## What needs to be done
Please set down the listing exactly, from the first line to the last.

Top of Listed records

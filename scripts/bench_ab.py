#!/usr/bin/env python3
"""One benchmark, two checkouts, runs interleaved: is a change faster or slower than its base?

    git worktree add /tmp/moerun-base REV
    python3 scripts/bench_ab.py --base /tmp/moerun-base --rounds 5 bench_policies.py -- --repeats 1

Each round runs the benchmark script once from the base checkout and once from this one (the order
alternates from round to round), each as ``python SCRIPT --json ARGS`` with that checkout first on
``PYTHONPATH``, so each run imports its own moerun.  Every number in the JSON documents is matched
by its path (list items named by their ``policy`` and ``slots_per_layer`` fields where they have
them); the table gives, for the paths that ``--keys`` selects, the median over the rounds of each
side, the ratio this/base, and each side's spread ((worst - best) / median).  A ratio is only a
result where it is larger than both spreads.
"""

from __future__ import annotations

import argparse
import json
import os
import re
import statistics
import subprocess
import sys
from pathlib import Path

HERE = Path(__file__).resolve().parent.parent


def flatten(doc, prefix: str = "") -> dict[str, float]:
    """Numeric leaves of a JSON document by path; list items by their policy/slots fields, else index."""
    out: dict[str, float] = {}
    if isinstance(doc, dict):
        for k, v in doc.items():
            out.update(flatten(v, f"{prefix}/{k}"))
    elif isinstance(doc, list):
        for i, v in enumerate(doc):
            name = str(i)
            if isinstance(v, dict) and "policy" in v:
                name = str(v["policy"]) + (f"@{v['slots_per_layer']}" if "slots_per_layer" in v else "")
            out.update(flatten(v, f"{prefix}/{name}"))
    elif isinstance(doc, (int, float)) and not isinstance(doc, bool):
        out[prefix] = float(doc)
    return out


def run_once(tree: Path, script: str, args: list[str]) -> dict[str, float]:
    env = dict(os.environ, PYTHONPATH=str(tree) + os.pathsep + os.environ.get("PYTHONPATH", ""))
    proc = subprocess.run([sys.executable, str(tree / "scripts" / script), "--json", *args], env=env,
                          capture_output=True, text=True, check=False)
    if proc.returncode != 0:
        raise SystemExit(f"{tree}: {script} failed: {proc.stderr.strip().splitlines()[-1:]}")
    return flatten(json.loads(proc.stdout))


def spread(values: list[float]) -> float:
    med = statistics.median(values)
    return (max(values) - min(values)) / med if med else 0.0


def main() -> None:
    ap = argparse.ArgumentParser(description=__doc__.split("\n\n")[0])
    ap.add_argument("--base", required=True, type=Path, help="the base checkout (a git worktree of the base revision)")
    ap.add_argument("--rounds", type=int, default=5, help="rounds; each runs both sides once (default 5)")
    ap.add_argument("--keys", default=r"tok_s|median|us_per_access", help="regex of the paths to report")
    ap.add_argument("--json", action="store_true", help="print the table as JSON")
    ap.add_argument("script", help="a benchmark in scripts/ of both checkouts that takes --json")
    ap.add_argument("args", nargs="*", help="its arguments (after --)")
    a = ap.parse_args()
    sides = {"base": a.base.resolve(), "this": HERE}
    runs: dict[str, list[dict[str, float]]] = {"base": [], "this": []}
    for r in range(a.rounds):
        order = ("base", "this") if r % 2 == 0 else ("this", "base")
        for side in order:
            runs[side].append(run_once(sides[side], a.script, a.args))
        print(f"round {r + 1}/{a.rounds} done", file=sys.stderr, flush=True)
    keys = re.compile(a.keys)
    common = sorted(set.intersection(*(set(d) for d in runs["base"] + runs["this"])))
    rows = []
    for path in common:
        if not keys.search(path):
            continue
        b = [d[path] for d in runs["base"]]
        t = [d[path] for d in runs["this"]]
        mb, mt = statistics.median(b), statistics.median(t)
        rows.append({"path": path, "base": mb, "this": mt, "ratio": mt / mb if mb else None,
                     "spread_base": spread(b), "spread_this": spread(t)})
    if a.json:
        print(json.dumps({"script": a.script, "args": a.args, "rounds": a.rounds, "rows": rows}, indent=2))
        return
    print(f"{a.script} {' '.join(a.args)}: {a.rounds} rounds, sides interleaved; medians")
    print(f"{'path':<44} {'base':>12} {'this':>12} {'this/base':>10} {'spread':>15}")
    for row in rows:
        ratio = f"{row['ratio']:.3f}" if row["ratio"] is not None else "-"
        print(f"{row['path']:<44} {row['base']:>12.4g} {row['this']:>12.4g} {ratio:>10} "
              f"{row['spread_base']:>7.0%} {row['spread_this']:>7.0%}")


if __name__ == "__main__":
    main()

Bottom of Listed records

## Written answer
filename scripts/bench_ab.py
#!/usr/bin/env python3
"""One benchmark, two checkouts, runs interleaved: is a change faster or slower than its base?

    git worktree add /tmp/moerun-base REV
    python3 scripts/bench_ab.py --base /tmp/moerun-base --rounds 5 bench_policies.py -- --repeats 1

Each round runs the benchmark script once from the base checkout and once from this one (the order
alternates from round to round), each as ``python SCRIPT --json ARGS`` with that checkout first on
``PYTHONPATH``, so each run imports its own moerun.  Every number in the JSON documents is matched
by its path (list items named by their ``policy`` and ``slots_per_layer`` fields where they have
them); the table gives, for the paths that ``--keys`` selects, the median over the rounds of each
side, the ratio this/base, and each side's spread ((worst - best) / median).  A ratio is only a
result where it is larger than both spreads.
"""

from __future__ import annotations

import argparse
import json
import os
import re
import statistics
import subprocess
import sys
from pathlib import Path

HERE = Path(__file__).resolve().parent.parent


def flatten(doc, prefix: str = "") -> dict[str, float]:
    """Numeric leaves of a JSON document by path; list items by their policy/slots fields, else index."""
    out: dict[str, float] = {}
    if isinstance(doc, dict):
        for k, v in doc.items():
            out.update(flatten(v, f"{prefix}/{k}"))
    elif isinstance(doc, list):
        for i, v in enumerate(doc):
            name = str(i)
            if isinstance(v, dict) and "policy" in v:
                name = str(v["policy"]) + (f"@{v['slots_per_layer']}" if "slots_per_layer" in v else "")
            out.update(flatten(v, f"{prefix}/{name}"))
    elif isinstance(doc, (int, float)) and not isinstance(doc, bool):
        out[prefix] = float(doc)
    return out


def run_once(tree: Path, script: str, args: list[str]) -> dict[str, float]:
    env = dict(os.environ, PYTHONPATH=str(tree) + os.pathsep + os.environ.get("PYTHONPATH", ""))
    proc = subprocess.run([sys.executable, str(tree / "scripts" / script), "--json", *args], env=env,
                          capture_output=True, text=True, check=False)
    if proc.returncode != 0:
        raise SystemExit(f"{tree}: {script} failed: {proc.stderr.strip().splitlines()[-1:]}")
    return flatten(json.loads(proc.stdout))


def spread(values: list[float]) -> float:
    med = statistics.median(values)
    return (max(values) - min(values)) / med if med else 0.0


def main() -> None:
    ap = argparse.ArgumentParser(description=__doc__.split("\n\n")[0])
    ap.add_argument("--base", required=True, type=Path, help="the base checkout (a git worktree of the base revision)")
    ap.add_argument("--rounds", type=int, default=5, help="rounds; each runs both sides once (default 5)")
    ap.add_argument("--keys", default=r"tok_s|median|us_per_access", help="regex of the paths to report")
    ap.add_argument("--json", action="store_true", help="print the table as JSON")
    ap.add_argument("script", help="a benchmark in scripts/ of both checkouts that takes --json")
    ap.add_argument("args", nargs="*", help="its arguments (after --)")
    a = ap.parse_args()
    sides = {"base": a.base.resolve(), "this": HERE}
    runs: dict[str, list[dict[str, float]]] = {"base": [], "this": []}
    for r in range(a.rounds):
        order = ("base", "this") if r % 2 == 0 else ("this", "base")
        for side in order:
            runs[side].append(run_once(sides[side], a.script, a.args))
        print(f"round {r + 1}/{a.rounds} done", file=sys.stderr, flush=True)
    keys = re.compile(a.keys)
    common = sorted(set.intersection(*(set(d) for d in runs["base"] + runs["this"])))
    rows = []
    for path in common:
        if not keys.search(path):
            continue
        b = [d[path] for d in runs["base"]]
        t = [d[path] for d in runs["this"]]
        mb, mt = statistics.median(b), statistics.median(t)
        rows.append({"path": path, "base": mb, "this": mt, "ratio": mt / mb if mb else None,
                     "spread_base": spread(b), "spread_this": spread(t)})
    if a.json:
        print(json.dumps({"script": a.script, "args": a.args, "rounds": a.rounds, "rows": rows}, indent=2))
        return
    print(f"{a.script} {' '.join(a.args)}: {a.rounds} rounds, sides interleaved; medians")
    print(f"{'path':<44} {'base':>12} {'this':>12} {'this/base':>10} {'spread':>15}")
    for row in rows:
        ratio = f"{row['ratio']:.3f}" if row["ratio"] is not None else "-"
        print(f"{row['path']:<44} {row['base']:>12.4g} {row['this']:>12.4g} {ratio:>10} "
              f"{row['spread_base']:>7.0%} {row['spread_this']:>7.0%}")


if __name__ == "__main__":
    main()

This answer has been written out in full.